Exercise objective:
Output only the lines below that start at the line containing "const one = error" and end at the line containing "for (let i = 0; i < 96; i += 7)", with both ends kept.

>>>

describe("the joint region of n and x0", () => {
  it.each([
    ["known errors: chi-square of two numbers", 0.02, (level: number) => -2 * Math.log(1 - level)],
    ["equal weights: F of two numbers", null, (level: number) => 2 * fQuantile(level, 2, 5)],
  ] as const)("is where the sum of squares has risen by the drop, by hand; %s", (_, error, drop) => {
    const window = windowOf(error);
    const one = error ?? Math.sqrt(window.variance);
    const least = sumAt(window.fit.n, window.fit.x0, one);
    for (const { level, n, x0, closed } of jointRegion(window)?.contours ?? []) {
      expect(closed).toBe(true);
      expect(n).toHaveLength(96);
      for (let i = 0; i < 96; i += 7)
        expectClose(sumAt(n[i], x0[i], one) - least, drop(level), {
          relative: 1e-4,
          because: "the crossing is found to a millionth",
        });
    }
  });
  it("goes round the best pair once: its rays cover all directions", () => {
    const window = windowOf(0.02);
    const [, outer] = jointRegion(window)?.contours ?? [];
    for (const key of ["n", "x0"] as const) {
      expect(Math.min(...outer[key])).toBeLessThan(window.fit[key]);
      expect(Math.max(...outer[key])).toBeGreaterThan(window.fit[key]);
    }
  });
  it("has an ellipse beside it: every point at the drop in the metric of the covariance", () => {
    for (const error of [0.02, null]) {
      const window = windowOf(error);
      const { fit, variance } = window;
      const [, , , , xx, xn, , , nn] = (fit.unitCovariance ?? []).map((value) => value * variance);
      const [, outer] = jointRegion(window)?.contours ?? [];
      const drop = error === null ? 2 * fQuantile(0.95, 2, 5) : -2 * Math.log(0.05);
      outer.ellipse.n.forEach((n, i) => {
        const [dn, dx] = [n - fit.n, outer.ellipse.x0[i] - fit.x0];
        const square = (dx * dx * nn - 2 * dx * dn * xn + dn * dn * xx) / (xx * nn - xn * xn);
        expectClose(square, drop, { relative: 1e-6, because: "closed form; the covariance nearly singular" });
      });
      // the angle of each point goes all the way round
      expect(Math.min(...outer.ellipse.n)).toBeLessThan(fit.n);
      expect(Math.min(...outer.ellipse.x0)).toBeLessThan(fit.x0);
      expect(Math.max(...outer.ellipse.x0)).toBeGreaterThan(fit.x0);
    }
  });
  it("is cut off, and says so, where the origin runs upstream without end", () => {
    const short = spacedFrom(4, 30, 60, 6).map((x) => ({ x, q: (x - 4) ** -1.25, smoothedError: 0.05 }));
    const window = fitWindow(short, settings);
    if ("refused" in window) throw new Error(window.refused);
    const [, outer] = jointRegion(window)?.contours ?? [];
    expect(outer.closed).toBe(false);
    const { centre, span } = window.fit.problem;
    // fifty spans of the stations upstream of their centre
    expect(Math.min(...outer.x0)).toBeGreaterThan(centre - 50.01 * span);
    expect(Math.max(...outer.x0)).toBeLessThan(30);
    expect(Math.min(...outer.n)).toBeGreaterThan(0);
  });
  it("of what was held there is none", () => {
    expect(jointRegion(windowOf(0.02, { x0: 1 }))).toBeNull();
    expect(jointRegion(windowOf(0.02, { n: 1.25 }))).toBeNull();
  });
});

describe("what would narrow the intervals", () => {
  /** Variances of n and x0 on the found law, from the design of ln q alone. */
  function variances(
    window: WindowFit,
    places: readonly number[],
    errors: readonly number[],
    held: "x0" | "n" | null,
  ) {
    const { n, x0 } = window.fit;
    const rows = places.map((x) => [
      1,
      held === "x0" ? 0 : n / (x - x0),
      held === "n" ? 0 : -Math.log(x - x0),
    ]);
    const normal = [0, 1, 2].flatMap((a) =>
      [0, 1, 2].map((b) => {
        const sum = rows.reduce((total, row, i) => total + (row[a] * row[b]) / errors[i] ** 2, 0);
        return sum === 0 && a === b ? 1 : sum;
      }),
    );
    const inverse = inverseOfSymmetric(normal) ?? [];
    return { n: inverse[8], x0: inverse[4] };
  }
  const digits = { relative: 1e-6, because: "closed form, in other variables" };

  it.each([
    ["both free", {}, null],
    ["x0 held", { x0: 1 }, "x0"],
    ["n held", { n: 1.25 }, "n"],
  ] as const)("is foretold by the design of the stations, %s", (_, choice, held) => {
    const errors = xs.map((_, i) => 0.02 + 0.005 * i);
    const points = pointsOf(0.02).map((point, i) => ({ ...point, smoothedError: errors[i] }));
    const window = fitWindow(points, { ...settings, ...choice });
    if ("refused" in window) throw new Error(window.refused);
    const { x0 } = window.fit;
    const before = variances(window, xs, errors, held);
    const plans = narrowing(points, window);
    expect(plans).toHaveLength(16);
    for (const { kind, x, n, x0: ofX0 } of plans) {
      let [places, wanted] = [[...xs], [...errors]];
      if (kind === "record") wanted = errors.map((error, i) => (xs[i] === x ? error / Math.SQRT2 : error));
      else {
        const right = xs.findIndex((place) => place > x);
        // beyond the last by the step before it; half way between two in ln(x - x0), errors likewise
        const expected =
          right < 0
            ? { x: x0 + (xs[7] - x0) ** 2 / (xs[6] - x0), error: errors[7] }
            : {
                x: x0 + Math.sqrt((xs[right - 1] - x0) * (xs[right] - x0)),
                error: Math.sqrt(errors[right - 1] * errors[right]),
              };
        expectClose(x, expected.x, digits);
        [places, wanted] = [
          [...xs, expected.x],
          [...errors, expected.error],
        ];
      }
      const after = variances(window, places, wanted, held);
      expectClose(n, held === "n" ? 1 : Math.sqrt(after.n / before.n), digits);
      expectClose(ofX0, held === "x0" ? 1 : Math.sqrt(after.x0 / before.x0), digits);
    }
    const gains = plans.map(({ n, x0: ofX0 }) => n * ofX0);
    expect([...gains].sort((a, b) => a - b)).toEqual(gains);
  });
  it("counts the station that also tells the scatter better, where the scatter tells the errors", () => {
    const window = windowOf(null);
    const before = variances(
      window,
      xs,
      xs.map(() => 1),
      null,
    );
    for (const { kind, x, n } of narrowing(pointsOf(null), window)) {
      const [places, errors] =
        kind === "station"
          ? [[...xs, x], new Array(9).fill(1)]
          : [xs, xs.map((place) => (place === x ? Math.SQRT1_2 : 1))];
      const reach = kind === "station" ? studentQuantile(0.975, 6) / studentQuantile(0.975, 5) : 1;
      expectClose(n, reach * Math.sqrt(variances(window, places, errors, null).n / before.n), digits);
    }
  });
  it("with equal weights of q itself takes the same error of q everywhere", () => {
    const points = pointsOf(null);
    const window = windowOf(null, { residuals: "linear" });
    // residuals of q: an error of one in q is 1/q in ln q
    const errors = points.map(({ q }) => 1 / q);
    const linear = (places: readonly number[], of: readonly number[]) =>
      variances(
        window,
        places,
        places.map((_, i) => of[i]),
        null,
      );
    const before = linear(xs, errors);
    const records = narrowing(points, window).filter(({ kind }) => kind === "record");
    for (const { x, n: width } of records) {
      const after = linear(
        xs,
        errors.map((error, i) => (xs[i] === x ? error / Math.SQRT2 : error)),
      );
      expectClose(width, Math.sqrt(after.n / before.n), {
        relative: 1e-6,
        because: "an error of q measured, taken as a share of q on the law",
      });
    }
  });
  it("is nothing where both are held", () => {
    expect(narrowing(pointsOf(0.02), windowOf(0.02, { n: 1.25, x0: 1 }))).toEqual([]);
  });
});

describe("the classical scan of the origin", () => {
  it("finds no scatter at the origin of an exact law, and that of any other by hand", () => {
    const q = xs.map((x) => (x - 1) ** -1.25);
    const scan = originScan(xs, q);
    if (scan === null) throw new Error("no scan");
    expect(scan.x0).toHaveLength(200);
    const span = xs[7] - xs[0];
    expectClose(scan.x0[0], xs[0] - 2 * span, { relative: 1e-12, because: "two spans upstream" });
    expect(scan.x0.every((x0, i) => i === 0 || x0 > scan.x0[i - 1])).toBe(true);
    expect(scan.x0[199]).toBeLessThan(xs[0]);
    expect(xs[0] - scan.x0[199]).toBeLessThan(1e-4 * span);
    // the scatter about the best line in ln(x - x0), its root mean square over all stations
    for (const i of [0, 80, 150]) {
      const s = xs.map((x) => Math.log(x - scan.x0[i]));
      const y = q.map(Math.log);
      const [ms, my] = [s, y].map((of) => of.reduce((sum, value) => sum + value / 8, 0));
      const slope =
        s.reduce((sum, value, k) => sum + (value - ms) * (y[k] - my), 0) /
        s.reduce((sum, value) => sum + (value - ms) ** 2, 0);
      const square = s.reduce((sum, value, k) => sum + (y[k] - my - slope * (value - ms)) ** 2, 0);
      expectClose(scan.rms[i], Math.sqrt(square / 8), { relative: 1e-8, because: "the same line" });
    }
    const best = scan.x0[scan.rms.indexOf(Math.min(...scan.rms))];
    expectClose(best, 1, { absolute: 0.2, because: "origins tried there lie 0.2 apart" });
  });
  it("is none at one place", () => expect(originScan([3, 3, 3, 3], [1, 1, 1, 1])).toBeNull());
});

describe("lengths that grow, and C_epsilon that does not", () => {
  const exact = lawStations(law, xs, 0.01);
  const decay = fitDecay(exact, settings);
  const endsOf = (quantity: Quantity) => (isEstimate(quantity) ? [quantity.low, quantity.high] : []);

  it("have the exponents n implies: 1 - n/2, 1/2 and (1 - n)/2, ends changing places", () => {
    const [L11, lambda, Re] = growths(exact, decay);
    const [low, high] = endsOf(decay.n);
    const close = { relative: 1e-9, because: "linear in n" };
    expect([L11.key, lambda.key, Re.key]).toEqual(["L11", "lambda", "Re_lambda"]);
    expectClose(L11.implied.value, 1 - (decay.n.value ?? 0) / 2, close);
    expectClose(endsOf(L11.implied)[0], 1 - (high ?? 0) / 2, close);
    expectClose(endsOf(L11.implied)[1], 1 - (low ?? 0) / 2, close);
    expect(lambda.implied).toMatchObject({ value: 0.5, low: null, high: null });
    expectClose(Re.implied.value, (1 - (decay.n.value ?? 0)) / 2, close);
    expectClose(endsOf(Re.implied)[1], (1 - (low ?? 0)) / 2, close);
    expect([L11.agrees, lambda.agrees, Re.agrees]).toEqual([true, true, true]);
  });
  it("disagree where they grow otherwise, and cannot be judged without an exponent", () => {
    const slow = exact.map((one) => ({
      ...one,
      L11: known(0.1, 0.001),
      lambda: known(0.01, 0.001),
      Re_lambda: missing("none"),
    }));
    expect(growths(slow, decay).map(({ agrees }) => agrees)).toEqual([false, false, null]);
    const none = growths(exact, { ...decay, law: null, n: missing("refused") });
    expect(none.map(({ agrees, implied }) => [agrees, implied.value])).toEqual(
      [
        [null, null],
        [null, 0.5],
        [null, null],
      ].map(([agrees]) => [agrees, null]),
    );
  });
  it("carry an open side of n to the other side of the exponent, with its reason", () => {
    const open = { ...decay, n: { value: 1.2, low: 1, high: null, why_high: "open" } };
    const [L11] = growths(exact, open);
    expect(L11.implied).toEqual({ value: 1 - 0.6, low: null, high: 0.5, why_low: "open" });
  });
  it("have a mean C_epsilon weighted by errors, and a test that it is one", () => {
    const errors = [0.1, 0.1, 0.2, 0.2];
    const logs = [0.05, -0.05, 0.3, -0.1];
    const stations = logs.map((value, i) =>
      stationAt(xs[i], { C_epsilon: known(Math.exp(value), errors[i]) }),
    );
    const weights = errors.map((error) => error ** -2);
    const total = weights.reduce((sum, weight) => sum + weight, 0);
    const mean = logs.reduce((sum, value, i) => sum + value * weights[i], 0) / total;
    const square = logs.reduce((sum, value, i) => sum + weights[i] * (value - mean) ** 2, 0);
    const found = dissipationConstant(stations, decay.law);
    const close = { relative: 1e-9, because: "closed form" };
    expectClose(found.mean.value, Math.exp(mean), close);
    expectClose(isEstimate(found.mean) ? found.mean.error?.standard : 0, 1 / Math.sqrt(total), close);
    expectClose(found.p, chiSquareTail(square, 3), close);
    expect(found.constant).toBe(true);
    const falling = xs.map((x) => stationAt(x, { C_epsilon: known((x - 1) ** -0.5, 0.02) }));
    expect(dissipationConstant(falling, decay.law).constant).toBe(false);
    const rising = xs.map((x) => stationAt(x, { C_epsilon: known((x - 1) ** 0.5, 0.02) }));
    expect(dissipationConstant(rising, decay.law).constant).toBe(false);
  });
  it("have a plain geometric mean where errors are lacking, and none without values", () => {
    const mixed = [known(1, 0.1), bare(4, "short"), bare(-1, "")].map((C_epsilon, i) =>
      stationAt(xs[i], { C_epsilon }),
    );
    const found = dissipationConstant(mixed, null);
    expectClose(found.mean.value, 2, { relative: 1e-12, because: "the root of 1 times 4" });
    expect([found.mean, found.p, found.constant]).toEqual([
      expect.objectContaining({ low: null, high: null }),
      null,
      null,
    ]);
    expect(found.exponent.value).toBeNull();
    const single = dissipationConstant([stationAt(2, { C_epsilon: known(3, 0.1) })], null);
    expect([single.mean.value, single.p]).toEqual([expect.closeTo(3, 9), null]);
    expect(dissipationConstant([stationAt(2, { C_epsilon: missing("no L11") })], null).mean).toEqual(
      missing("no L11"),
    );
    expect(dissipationConstant([], null).mean.value).toBeNull();
  });
});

<<<

Answer space:
    const one = error ?? Math.sqrt(window.variance);
    const least = sumAt(window.fit.n, window.fit.x0, one);
    for (const { level, n, x0, closed } of jointRegion(window)?.contours ?? []) {
      expect(closed).toBe(true);
      expect(n).toHaveLength(96);
      for (let i = 0; i < 96; i += 7)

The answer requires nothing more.